[Task data — start]

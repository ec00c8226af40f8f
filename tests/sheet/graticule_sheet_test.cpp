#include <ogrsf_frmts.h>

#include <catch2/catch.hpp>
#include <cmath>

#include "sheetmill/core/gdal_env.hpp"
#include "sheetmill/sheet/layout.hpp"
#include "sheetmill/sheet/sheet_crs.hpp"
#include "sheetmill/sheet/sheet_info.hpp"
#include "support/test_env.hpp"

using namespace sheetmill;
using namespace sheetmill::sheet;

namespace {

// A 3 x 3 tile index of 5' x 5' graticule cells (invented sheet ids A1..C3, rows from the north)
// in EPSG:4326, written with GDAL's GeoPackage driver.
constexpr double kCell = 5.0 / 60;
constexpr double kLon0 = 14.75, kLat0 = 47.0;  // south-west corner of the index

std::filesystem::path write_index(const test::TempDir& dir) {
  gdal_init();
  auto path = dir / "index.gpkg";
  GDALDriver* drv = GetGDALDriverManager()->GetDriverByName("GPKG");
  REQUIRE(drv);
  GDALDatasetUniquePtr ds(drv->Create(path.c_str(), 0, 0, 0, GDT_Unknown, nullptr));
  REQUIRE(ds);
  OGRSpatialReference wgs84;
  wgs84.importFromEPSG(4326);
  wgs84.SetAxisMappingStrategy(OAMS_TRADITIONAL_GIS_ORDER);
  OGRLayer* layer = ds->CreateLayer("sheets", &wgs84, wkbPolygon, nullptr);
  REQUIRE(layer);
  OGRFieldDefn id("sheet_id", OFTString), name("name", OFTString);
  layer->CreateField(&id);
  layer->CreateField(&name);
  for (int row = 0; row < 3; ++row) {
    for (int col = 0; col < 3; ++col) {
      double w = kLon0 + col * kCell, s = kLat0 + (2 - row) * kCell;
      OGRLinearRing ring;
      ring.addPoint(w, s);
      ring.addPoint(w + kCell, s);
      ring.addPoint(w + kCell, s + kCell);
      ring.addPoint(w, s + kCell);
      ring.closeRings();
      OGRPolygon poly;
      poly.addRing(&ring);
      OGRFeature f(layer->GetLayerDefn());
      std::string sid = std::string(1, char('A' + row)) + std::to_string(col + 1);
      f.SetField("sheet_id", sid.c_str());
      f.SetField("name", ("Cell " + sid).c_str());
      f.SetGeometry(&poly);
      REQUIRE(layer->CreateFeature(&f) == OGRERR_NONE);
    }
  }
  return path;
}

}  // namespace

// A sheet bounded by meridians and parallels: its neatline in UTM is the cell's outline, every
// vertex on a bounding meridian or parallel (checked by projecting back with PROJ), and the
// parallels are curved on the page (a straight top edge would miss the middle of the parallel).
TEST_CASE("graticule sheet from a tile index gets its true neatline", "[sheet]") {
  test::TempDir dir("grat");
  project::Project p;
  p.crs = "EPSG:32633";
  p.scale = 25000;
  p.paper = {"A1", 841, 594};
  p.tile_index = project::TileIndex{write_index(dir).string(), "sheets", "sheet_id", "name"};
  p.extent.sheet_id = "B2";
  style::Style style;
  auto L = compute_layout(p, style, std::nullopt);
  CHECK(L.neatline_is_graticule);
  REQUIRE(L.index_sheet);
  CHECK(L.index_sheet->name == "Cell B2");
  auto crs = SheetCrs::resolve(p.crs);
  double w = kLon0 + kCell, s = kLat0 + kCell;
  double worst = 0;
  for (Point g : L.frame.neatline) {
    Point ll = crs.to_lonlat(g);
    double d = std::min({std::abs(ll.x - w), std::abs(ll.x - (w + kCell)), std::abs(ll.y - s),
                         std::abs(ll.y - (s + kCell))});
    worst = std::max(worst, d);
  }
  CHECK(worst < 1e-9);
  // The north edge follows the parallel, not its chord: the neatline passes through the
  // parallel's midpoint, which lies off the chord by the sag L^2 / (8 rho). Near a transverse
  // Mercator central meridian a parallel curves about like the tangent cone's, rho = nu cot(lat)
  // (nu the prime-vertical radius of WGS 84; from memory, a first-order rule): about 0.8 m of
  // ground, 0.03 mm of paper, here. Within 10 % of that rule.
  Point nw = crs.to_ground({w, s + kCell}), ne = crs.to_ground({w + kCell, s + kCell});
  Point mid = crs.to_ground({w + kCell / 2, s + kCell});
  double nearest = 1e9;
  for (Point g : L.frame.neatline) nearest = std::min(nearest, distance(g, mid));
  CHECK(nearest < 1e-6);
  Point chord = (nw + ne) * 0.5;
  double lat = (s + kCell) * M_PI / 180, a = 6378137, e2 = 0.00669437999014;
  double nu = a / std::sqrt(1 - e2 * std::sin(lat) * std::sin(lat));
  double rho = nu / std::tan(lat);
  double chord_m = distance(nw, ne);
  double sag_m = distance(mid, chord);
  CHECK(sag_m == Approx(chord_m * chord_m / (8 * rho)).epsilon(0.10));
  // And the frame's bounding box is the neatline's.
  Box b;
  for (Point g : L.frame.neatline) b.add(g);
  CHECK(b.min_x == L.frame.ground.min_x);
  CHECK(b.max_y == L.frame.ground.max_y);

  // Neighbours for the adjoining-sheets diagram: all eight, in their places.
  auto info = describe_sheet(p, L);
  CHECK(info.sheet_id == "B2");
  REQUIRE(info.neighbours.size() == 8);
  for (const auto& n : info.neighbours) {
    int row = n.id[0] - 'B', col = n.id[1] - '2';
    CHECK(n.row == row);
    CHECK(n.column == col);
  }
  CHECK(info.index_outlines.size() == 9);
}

[Task data — finish]
[Task data — start]

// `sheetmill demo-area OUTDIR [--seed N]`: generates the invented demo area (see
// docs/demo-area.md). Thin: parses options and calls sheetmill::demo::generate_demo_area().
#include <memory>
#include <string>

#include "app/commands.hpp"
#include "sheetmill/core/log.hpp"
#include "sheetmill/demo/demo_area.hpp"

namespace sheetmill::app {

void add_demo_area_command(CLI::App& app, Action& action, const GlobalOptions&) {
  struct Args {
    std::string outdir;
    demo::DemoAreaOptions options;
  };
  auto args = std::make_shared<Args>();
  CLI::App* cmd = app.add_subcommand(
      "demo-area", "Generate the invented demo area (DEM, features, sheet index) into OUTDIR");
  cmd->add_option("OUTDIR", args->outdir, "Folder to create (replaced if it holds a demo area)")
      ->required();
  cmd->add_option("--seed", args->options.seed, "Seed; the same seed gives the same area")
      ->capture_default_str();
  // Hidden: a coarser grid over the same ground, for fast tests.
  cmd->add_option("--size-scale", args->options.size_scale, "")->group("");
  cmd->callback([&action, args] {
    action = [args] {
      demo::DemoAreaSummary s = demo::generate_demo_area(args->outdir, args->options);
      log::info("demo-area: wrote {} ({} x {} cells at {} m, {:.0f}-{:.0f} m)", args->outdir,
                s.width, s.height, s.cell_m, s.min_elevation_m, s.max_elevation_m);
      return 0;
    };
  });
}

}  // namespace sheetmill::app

[Task data — finish]

Copy out every line from the records that has the word "paper".

  p.paper = {"A1", 841, 594};
  // ground, 0.03 mm of paper, here. Within 10 % of that rule.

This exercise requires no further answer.